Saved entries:
++++++

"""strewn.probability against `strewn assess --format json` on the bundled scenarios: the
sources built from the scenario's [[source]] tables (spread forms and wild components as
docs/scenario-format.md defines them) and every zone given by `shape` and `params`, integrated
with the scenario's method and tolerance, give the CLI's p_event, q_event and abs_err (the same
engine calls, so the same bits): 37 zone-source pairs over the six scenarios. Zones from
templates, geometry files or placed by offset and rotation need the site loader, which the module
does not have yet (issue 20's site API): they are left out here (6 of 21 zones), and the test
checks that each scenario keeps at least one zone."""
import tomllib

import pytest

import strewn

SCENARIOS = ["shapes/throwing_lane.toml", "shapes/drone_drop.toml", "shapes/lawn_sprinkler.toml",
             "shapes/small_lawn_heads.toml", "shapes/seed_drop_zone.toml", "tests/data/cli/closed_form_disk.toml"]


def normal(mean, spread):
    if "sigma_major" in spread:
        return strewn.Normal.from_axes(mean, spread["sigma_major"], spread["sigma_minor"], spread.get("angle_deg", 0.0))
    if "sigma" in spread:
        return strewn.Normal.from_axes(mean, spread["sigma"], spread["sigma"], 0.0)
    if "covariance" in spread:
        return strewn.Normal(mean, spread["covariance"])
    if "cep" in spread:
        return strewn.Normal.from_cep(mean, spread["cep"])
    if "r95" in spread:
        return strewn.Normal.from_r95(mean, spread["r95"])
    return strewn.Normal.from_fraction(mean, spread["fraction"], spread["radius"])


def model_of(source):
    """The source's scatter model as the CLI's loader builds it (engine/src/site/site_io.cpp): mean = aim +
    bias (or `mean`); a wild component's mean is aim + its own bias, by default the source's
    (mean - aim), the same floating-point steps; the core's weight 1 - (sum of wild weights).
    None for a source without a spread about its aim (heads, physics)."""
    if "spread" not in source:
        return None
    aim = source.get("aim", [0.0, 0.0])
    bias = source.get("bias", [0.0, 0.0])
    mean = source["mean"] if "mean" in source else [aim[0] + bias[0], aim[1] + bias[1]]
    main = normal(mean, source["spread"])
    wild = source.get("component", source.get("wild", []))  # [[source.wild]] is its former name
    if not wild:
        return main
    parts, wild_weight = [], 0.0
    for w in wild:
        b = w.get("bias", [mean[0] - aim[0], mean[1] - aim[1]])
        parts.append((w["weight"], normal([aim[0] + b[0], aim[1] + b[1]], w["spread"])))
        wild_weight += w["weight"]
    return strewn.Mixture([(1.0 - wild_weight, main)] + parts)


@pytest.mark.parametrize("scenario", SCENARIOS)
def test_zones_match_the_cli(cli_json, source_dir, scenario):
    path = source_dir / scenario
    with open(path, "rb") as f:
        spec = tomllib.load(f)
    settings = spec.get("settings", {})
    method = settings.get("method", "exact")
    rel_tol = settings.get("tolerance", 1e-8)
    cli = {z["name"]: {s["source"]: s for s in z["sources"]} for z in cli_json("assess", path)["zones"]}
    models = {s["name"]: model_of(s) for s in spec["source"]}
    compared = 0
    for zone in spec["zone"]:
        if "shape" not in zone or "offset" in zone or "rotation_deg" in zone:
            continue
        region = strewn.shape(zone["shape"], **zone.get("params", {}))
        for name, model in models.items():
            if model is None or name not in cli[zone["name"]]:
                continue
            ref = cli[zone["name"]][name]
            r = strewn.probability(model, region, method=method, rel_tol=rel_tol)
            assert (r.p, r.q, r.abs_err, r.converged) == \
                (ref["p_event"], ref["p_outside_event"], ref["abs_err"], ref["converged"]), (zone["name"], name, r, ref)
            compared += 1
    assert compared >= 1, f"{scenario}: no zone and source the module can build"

++++++

WORK TO COMPLETE:
Please reproduce each record precisely as written.

RESPONSE AREA:
"""strewn.probability against `strewn assess --format json` on the bundled scenarios: the
sources built from the scenario's [[source]] tables (spread forms and wild components as
docs/scenario-format.md defines them) and every zone given by `shape` and `params`, integrated
with the scenario's method and tolerance, give the CLI's p_event, q_event and abs_err (the same
engine calls, so the same bits): 37 zone-source pairs over the six scenarios. Zones from
templates, geometry files or placed by offset and rotation need the site loader, which the module
does not have yet (issue 20's site API): they are left out here (6 of 21 zones), and the test
checks that each scenario keeps at least one zone."""
import tomllib

import pytest

import strewn

SCENARIOS = ["shapes/throwing_lane.toml", "shapes/drone_drop.toml", "shapes/lawn_sprinkler.toml",
             "shapes/small_lawn_heads.toml", "shapes/seed_drop_zone.toml", "tests/data/cli/closed_form_disk.toml"]


def normal(mean, spread):
    if "sigma_major" in spread:
        return strewn.Normal.from_axes(mean, spread["sigma_major"], spread["sigma_minor"], spread.get("angle_deg", 0.0))
    if "sigma" in spread:
        return strewn.Normal.from_axes(mean, spread["sigma"], spread["sigma"], 0.0)
    if "covariance" in spread:
        return strewn.Normal(mean, spread["covariance"])
    if "cep" in spread:
        return strewn.Normal.from_cep(mean, spread["cep"])
    if "r95" in spread:
        return strewn.Normal.from_r95(mean, spread["r95"])
    return strewn.Normal.from_fraction(mean, spread["fraction"], spread["radius"])


def model_of(source):
    """The source's scatter model as the CLI's loader builds it (engine/src/site/site_io.cpp): mean = aim +
    bias (or `mean`); a wild component's mean is aim + its own bias, by default the source's
    (mean - aim), the same floating-point steps; the core's weight 1 - (sum of wild weights).
    None for a source without a spread about its aim (heads, physics)."""
    if "spread" not in source:
        return None
    aim = source.get("aim", [0.0, 0.0])
    bias = source.get("bias", [0.0, 0.0])
    mean = source["mean"] if "mean" in source else [aim[0] + bias[0], aim[1] + bias[1]]
    main = normal(mean, source["spread"])
    wild = source.get("component", source.get("wild", []))  # [[source.wild]] is its former name
    if not wild:
        return main
    parts, wild_weight = [], 0.0
    for w in wild:
        b = w.get("bias", [mean[0] - aim[0], mean[1] - aim[1]])
        parts.append((w["weight"], normal([aim[0] + b[0], aim[1] + b[1]], w["spread"])))
        wild_weight += w["weight"]
    return strewn.Mixture([(1.0 - wild_weight, main)] + parts)


@pytest.mark.parametrize("scenario", SCENARIOS)
def test_zones_match_the_cli(cli_json, source_dir, scenario):
    path = source_dir / scenario
    with open(path, "rb") as f:
        spec = tomllib.load(f)
    settings = spec.get("settings", {})
    method = settings.get("method", "exact")
    rel_tol = settings.get("tolerance", 1e-8)
    cli = {z["name"]: {s["source"]: s for s in z["sources"]} for z in cli_json("assess", path)["zones"]}
    models = {s["name"]: model_of(s) for s in spec["source"]}
    compared = 0
    for zone in spec["zone"]:
        if "shape" not in zone or "offset" in zone or "rotation_deg" in zone:
            continue
        region = strewn.shape(zone["shape"], **zone.get("params", {}))
        for name, model in models.items():
            if model is None or name not in cli[zone["name"]]:
                continue
            ref = cli[zone["name"]][name]
            r = strewn.probability(model, region, method=method, rel_tol=rel_tol)
            assert (r.p, r.q, r.abs_err, r.converged) == \
                (ref["p_event"], ref["p_outside_event"], ref["abs_err"], ref["converged"]), (zone["name"], name, r, ref)
            compared += 1
    assert compared >= 1, f"{scenario}: no zone and source the module can build"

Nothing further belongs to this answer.